The volume of patient-generated health data poses a particular challenge across all stakeholder environments. Traditional methods of health data collection, processing, measurement, validation and analyses are designed not around patients but around the systems within which the data resides. Clinical taxonomies rarely align with patient folksonomy leaving translation of patient-generated health data vulnerable to inaccurate interpretation.
In 2008 PatientsLikeMe committed resources to harnessing the power of patient-reported health data. Since that time the Health Data Integrity Team has developed a number of conventions for managing patient-reported health data related to conditions, treatments, symptoms, and side effects including its innovative User Voice Dashboard.
To date the HDI team has curated and coded over 7000 patient-reported symptoms and side effects using clinically understood vocabularies including SNOMED-CT (Systematized Nomenclature of Medicine--Clinical Terms) and MedDRA (Medical Dictionary for Regulatory Activities) and as such an emerging Patient Vocabulary is evolving. Patients have completed over 70,000 treatment evaluations of more thatn 5000 treatments. Since April 2011 when PatientsLikeMe opened to any medical condition the team has reviewed, curated and coded over 1200 medical conditions, syndromes and diseases entered by patients and in so doing can now categorize the entries using a variety of filters such as ICD-10 (International Classification of Diseases), SNOMED-CT and rare conditions that too often are not well documented.
In August 2011 the User Voice Dashboard was launched to allow the HDI team greater insight into the intent of the patient at the time they entered a piece of data. The UV Dashboard presents the data to the team in the context of the user experience and allows the team to curate the information more accurately to ensure the data is categorized correctly within the database so that other patients can more easily search and locate information and other patients of most interest to them. To date the team has discovered that almost 10% of the User Voice data represent new data types not previously well described in PatientsLikeMe such as important life events and other milestones experienced along the journey of disease and illness.

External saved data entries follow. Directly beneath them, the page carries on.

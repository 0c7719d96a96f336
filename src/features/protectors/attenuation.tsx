import { useLingui } from "@lingui/react";
import { OCTAVE_BANDS_HZ } from "../../../shared/acoustics/types";
import { formatLevel } from "../../../shared/format/level";
import type { ProtectorFacts } from "../../../shared/schemas/evaluation";
import { BandPicture } from "../../components/band-picture";
import { DataTable } from "../../components/data-table";
import { Empty } from "../../components/empty";
import { useLocale } from "../../lib/i18n";

interface Band {
  hz: number;
  meanDb: number | null;
  sdDb: number | null;
}

/** Attenuation of cup or plug by octave band: means with their deviations, and the table behind the picture. */
export function AttenuationByBand({ bands }: { bands: ProtectorFacts["bands"] }) {
  const { i18n } = useLingui();
  const locale = useLocale();
  if (!bands)
    return (
      <Empty title={i18n.t("No attenuation by octave band is stated.")}>
        {i18n.t("Single numbers of the label are used instead.")}
      </Empty>
    );
  const rows: Band[] = OCTAVE_BANDS_HZ.map((hz, band) => ({
    hz,
    meanDb: bands.meanDb[band] ?? null,
    sdDb: bands.sdDb[band] ?? null,
  }));
  return (
    <div className="picture-and-table">
      <div>
        <BandPicture
          title={i18n.t(
            "Attenuation by octave band, dB, 0 at the top; the table beside it says the same",
          )}
          lowDb={0}
          highDb={50}
          isDownward
          series={[
            { key: "mean", label: i18n.t("Mean"), valuesDb: bands.meanDb, deviationDb: bands.sdDb },
          ]}
        />
        <p className="picture-legend">
          {i18n.t(
            "Tick: mean of the test subjects, dB. Whisker: one standard deviation either way. Hz beneath.",
          )}
        </p>
      </div>
      <DataTable
        caption={i18n.t("Attenuation by octave band")}
        rows={rows}
        rowKey={({ hz }) => String(hz)}
        columns={[
          {
            id: "band",
            head: i18n.t("Band"),
            unit: "Hz",
            kind: "figure",
            isRowHead: true,
            cell: ({ hz }) => hz,
          },
          {
            id: "mean",
            head: i18n.t("Mean"),
            unit: "dB",
            kind: "figure",
            cell: ({ meanDb }) => formatLevel(meanDb, locale),
          },
          {
            id: "sd",
            head: i18n.t("Deviation"),
            unit: "dB",
            kind: "figure",
            cell: ({ sdDb }) => formatLevel(sdDb, locale),
          },
          {
            id: "assumed",
            head: i18n.t("Mean less deviation"),
            unit: "dB",
            kind: "figure",
            cell: ({ meanDb, sdDb }) =>
              formatLevel(meanDb === null || sdDb === null ? null : meanDb - sdDb, locale),
          },
        ]}
      />
    </div>
  );
}
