import type { AssignmentView } from "../../shared/schemas/worker";
import { rows } from "../lib/db";
import { type Actor, visible } from "../lib/policy";
import { assignmentPolicy } from "../policies";

export type AssignmentRow = AssignmentView;

/** Assignments of a worker, or the ones named, the latest first. */
export async function listAssignments(
  actor: Actor,
  { workerId = null, ids = [] }: { workerId?: string | null; ids?: readonly string[] },
): Promise<AssignmentRow[]> {
  if (workerId === null && ids.length === 0) return [];
  return rows<AssignmentRow>(
    `SELECT a.id, a.worker_id AS "workerId",
       CASE WHEN a.task_id IS NOT NULL THEN 'task' WHEN a.area_id IS NOT NULL THEN 'area' ELSE 'everywhere' END AS use,
       a.task_id AS "taskId", a.area_id AS "areaId", coalesce(t.name, r.name) AS "useName",
       a.inner_model_id AS "innerModelId", i.name AS "innerName", a.outer_model_id AS "outerModelId", o.name AS "outerName",
       a.size, a.audio_db AS "audioDb",
       lower(a.valid)::text AS "fromDate", (upper(a.valid) - 1)::text AS "toDate", a.revision
     FROM assignments a JOIN protector_models i ON i.id = a.inner_model_id LEFT JOIN protector_models o ON o.id = a.outer_model_id
     LEFT JOIN tasks t ON t.id = a.task_id LEFT JOIN areas r ON r.id = a.area_id
     WHERE ${visible(assignmentPolicy, actor, "a")} AND ${workerId === null ? "a.id IN (:ids)" : "a.worker_id = :workerId"}
     ORDER BY lower(a.valid) DESC, "useName" NULLS FIRST, a.id`,
    { workerId, ids },
  );
}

This presentation provides a unique view into the background administrative activity that occurs behind the web-based user experience. It also provides a view into the richness of patient-reported data when viewed in the construct of clinically accepted and understood vocabularies. The potential for accelerating the value and validity of patient-generated data is closer to realization when conventional tools are employed in innovative ways. Providing a structured and computable environment for patients to share their knowledge about the challenges, limitations and successes related to their daily experiences of living with illness will have benefits to all stakeholders. As we approach the management of the health journey for ourselves, our loved ones or for the patients with whom we engage having access to the learned experiences of others provides an invaluable asset.